Via populaire cultuur worden extreme ideeën genormaliseerd. Ze gebruiken daarbij slim de taal van de esthetica. Jessica Grosse zet in een podcast van The New York Times de ‘MAGA-beauty’ – de ‘Republikeinse’ make-up esthetica – uiteen en hoe je de MAGA-vrouw meteen herkent. De conservatieve vrouwelijke esthetiek propageert lang gekruld haar, zware make up, grote oorbellen, kleding die de vorm accentueert – kortom: hypervrouwelijk. Denk Kristi Noem, Nancy Mace, of in Nederland Raisa Blommestijn en Arlette Adriani. Een ‘democratische esthetica’ aanwijzen is lastiger, omdat die juist drijft op de vrijheid van het individu, of het moet zoiets algemeens zijn als weinig make-up of gekke kleuren in het haar (links).
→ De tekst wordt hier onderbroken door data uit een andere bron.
/* plan.c - plans (the resource of every job) and their in-sample counts:
 * scenarios that fit, sampled chance constraint, mean profit.
 * SPDX-License-Identifier: MIT */
#include "plan.h"

#include <string.h>

#include "alloc.h"
#include "model.h"
#include "sample.h"

surety_plan *surety_plan_new(const surety_model *model)
{
    if (!model)
        return NULL;
    surety_plan *plan = surety_xmalloc(1, sizeof *plan);
    if (!plan)
        return NULL;
    plan->n = model->n;
    plan->resource = surety_xmalloc(model->n, sizeof *plan->resource);
    if (!plan->resource) {
        surety_xfree(plan);
        return NULL;
    }
    for (size_t j = 0; j < plan->n; j++)
        plan->resource[j] = -1;
    return plan;
}

surety_plan *surety_plan_copy(const surety_plan *plan)
{
    if (!plan)
        return NULL;
    surety_plan *c = surety_xmalloc(1, sizeof *c);
    if (!c)
        return NULL;
    c->n = plan->n;
    c->resource = surety_xmalloc(plan->n, sizeof *c->resource);
    if (!c->resource) {
        surety_xfree(c);
        return NULL;
    }
    if (plan->n)
        memcpy(c->resource, plan->resource, plan->n * sizeof *c->resource);
    return c;
}

void surety_plan_free(surety_plan *plan)
{
    if (!plan)
        return;
    surety_xfree(plan->resource);
    surety_xfree(plan);
}

long surety_plan_get(const surety_plan *plan, size_t j)
{
    if (!plan || j >= plan->n)
        return -1;
    return plan->resource[j];
}

void surety_plan_set(surety_plan *plan, size_t j, long i)
{
    if (!plan || j >= plan->n)
        return;
    plan->resource[j] = i < 0 ? -1 : i;
}

/* Jobs of the plan grouped by resource, ascending job order inside each
 * group: jobs[start[i] .. start[i+1]-1] are resource i's. Returns 0, or -1
 * when out of memory. Jobs placed in an index >= m are ignored (a plan
 * built for another model); the caller's model decides what exists. */
static int group_jobs(const surety_model *model, const surety_plan *plan,
                      size_t **jobs_out, size_t **start_out)
{
    size_t n = model->n < plan->n ? model->n : plan->n, m = model->m;
    size_t *start = surety_xcalloc(m + 1, sizeof *start);
    size_t *jobs = surety_xmalloc(n ? n : 1, sizeof *jobs);
    if (!start || !jobs) {
        surety_xfree(start);
        surety_xfree(jobs);
        return -1;
    }
    for (size_t j = 0; j < n; j++) {
        long i = plan->resource[j];
        if (i >= 0 && (size_t)i < m)
            start[i + 1]++;
    }
    for (size_t i = 0; i < m; i++)
        start[i + 1] += start[i];
    /* fill with a moving cursor per resource; start[] is restored after */
    for (size_t j = 0; j < n; j++) {
        long i = plan->resource[j];
        if (i >= 0 && (size_t)i < m)
            jobs[start[i]++] = j;
    }
    for (size_t i = m; i > 0; i--)
        start[i] = start[i - 1];
    start[0] = 0;
    *jobs_out = jobs;
    *start_out = start;
    return 0;
}

/* Load of resource i in one scenario row, base hours added in ascending
 * job order (the order fixed by surety_plan_holds). Fallback path that
 * needs no memory: scans every job. */
static double load_scan(const surety_plan *plan, size_t n, long i,
                        const double *row)
{
    double sum = 0;
    for (size_t j = 0; j < n; j++)
        if (plan->resource[j] == i)
            sum += row[j];
    return sum;
}

/* The joint count of surety_plan_count_fit; with `cost`, also the summed
 * cost of the scenarios in which some resource overloads, into *paid. */
static size_t count_fit(const surety_model *model, const surety_plan *plan,
                        const surety_scenarios *sc, size_t *per_resource,
                        const double *cost, double *paid)
{
    size_t m = model->m, N = sc->N, n = sc->n;
    size_t jn = model->n < plan->n ? model->n : plan->n;
    if (jn > n)
        jn = n;
    if (per_resource)
        for (size_t i = 0; i < m; i++)
            per_resource[i] = 0;

    size_t *jobs = NULL, *start = NULL;
    int grouped = group_jobs(model, plan, &jobs, &start) == 0;
    size_t fit = 0;
    for (size_t l = 0; l < N; l++) {
        const double *row = sc->hours + l * n;
        int all = 1;
        for (size_t i = 0; i < m; i++) {
            double sum = 0;
            if (grouped) {
                for (size_t t = start[i]; t < start[i + 1]; t++)
                    if (jobs[t] < jn)
                        sum += row[jobs[t]];
            } else {
                sum = load_scan(plan, jn, (long)i, row);
            }
            if (surety_plan_holds(model->resources[i].hours_factor, sum,
                                  model->resources[i].capacity)) {
                if (per_resource)
                    per_resource[i]++;
            } else {
                all = 0;
                if (!per_resource)
                    break; /* the joint count needs no more resources */
            }
        }
        fit += (size_t)all;
        if (cost && !all)
            *paid += cost[l];
    }
    surety_xfree(jobs);
    surety_xfree(start);
    return fit;
}

size_t surety_plan_count_fit(const surety_model *model,
                             const surety_plan *plan,
                             const surety_scenarios *sc,
                             size_t *per_resource)
{
    if (!model || !plan || !sc)
        return 0;
    return count_fit(model, plan, sc, per_resource, NULL, NULL);
}

double surety_plan_fail_cost(const surety_model *model,
                             const surety_plan *plan,
                             const surety_scenarios *sc, const double *cost)
{
    double paid = 0;
    if (model && plan && sc && cost)
        count_fit(model, plan, sc, NULL, cost, &paid);
    return paid;
}

int surety_plan_feasible(const surety_model *model, const surety_plan *plan,
                         const surety_scenarios *sc)
{
    if (!model || !plan || !sc)
        return 0;
    size_t N = sc->N, m = model->m;
    size_t k = surety_allowance(model->risk, N);
    if (model->constraint == SURETY_JOINT)
        return surety_plan_count_fit(model, plan, sc, NULL) + k >= N;

    /* separate: every resource on its own holds in at least N-k scenarios */
    size_t *per = surety_xmalloc(m ? m : 1, sizeof *per);
    if (!per) {
        /* without memory, test resource by resource without the array */
        for (size_t i = 0; i < m; i++) {
            size_t holds = 0;
            for (size_t l = 0; l < N; l++) {
                double sum = load_scan(plan, plan->n < sc->n ? plan->n : sc->n,
                                       (long)i, sc->hours + l * sc->n);
                holds += (size_t)surety_plan_holds(
                    model->resources[i].hours_factor, sum,
                    model->resources[i].capacity);
            }
            if (holds + k < N)
                return 0;
        }
        return 1;
    }
    surety_plan_count_fit(model, plan, sc, per);
    int ok = 1;
    for (size_t i = 0; i < m; i++)
        if (per[i] + k < N)
            ok = 0;
    surety_xfree(per);
    return ok;
}

/* Mean profit over the N scenarios, computed as sum over accepted jobs (in
 * ascending job order) of that job's mean profit (sum over l, divided by
 * N). This is the same number as the MPS objective's coefficients, so an
 * external solver's optimum compares with it directly. */
double surety_plan_profit(const surety_model *model, const surety_plan *plan,
                          const surety_scenarios *sc)
{
    if (!model || !plan || !sc || sc->N == 0)
        return 0;
    size_t n = sc->n, N = sc->N;
    size_t jn = plan->n < n ? plan->n : n;
    double total = 0;
    for (size_t j = 0; j < jn; j++) {
        long i = plan->resource[j];
        if (i < 0 || (size_t)i >= model->m)
            continue;
        double s = 0;
        for (size_t l = 0; l < N; l++)
            s += sc->profit[l * n + j];
        total += s / (double)N;
    }
    return total;
}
Met deze opmars van de womanosphere is een feministische tegenbeweging wat mij betreft harder nodig dan ooit. Maar ‘het’ feminisme is op dit moment vooral bezig met onderling eindeloos ruziemaken over wat feministisch is, denk aan het debat rondom de film Babygirl. Exemplarisch voor de impasse is het onlangs verschenen boek Enemy Feminisms, waarin de radicaal linkse feministe Sophie Lewis in ontoegankelijk en zelfgenoegzaam proza wil vaststellen wat ‘gevaar-feminismen’ zijn (girl boss-feminisme, anti-porno feminisme, politievrouwen, enzovoort) en wat volgens haar de enige juiste moreel zuivere vorm van feminisme is. Het maakt haar zo betweterig, irritant, on-nieuwsgierig en pro-cancelcultuur, dat ze al mijn sympathie verliest hoewel we strijden tegen hetzelfde gevaar van conservatisme en extreme rechtse ideologie.
Zo lang het feminisme zich verliest in een onderlinge tribale strijd, spint Trump er alleen maar garen bij. Het meeste vertrouwen heb ik in humor als wapen tegen de oprukkende womanosphere. Ik genoot van een TikTok-video met een ‘Republican make-up’ tutorial. Lubach, ik smeek je, pak dit op. Maak die womanosphere Make America Sexy Again trend belachelijk, voordat ze onze dochters te pakken krijgen.
Stine Jensen is filosoof en schrijver. Ze schrijft om de week een column op deze plek.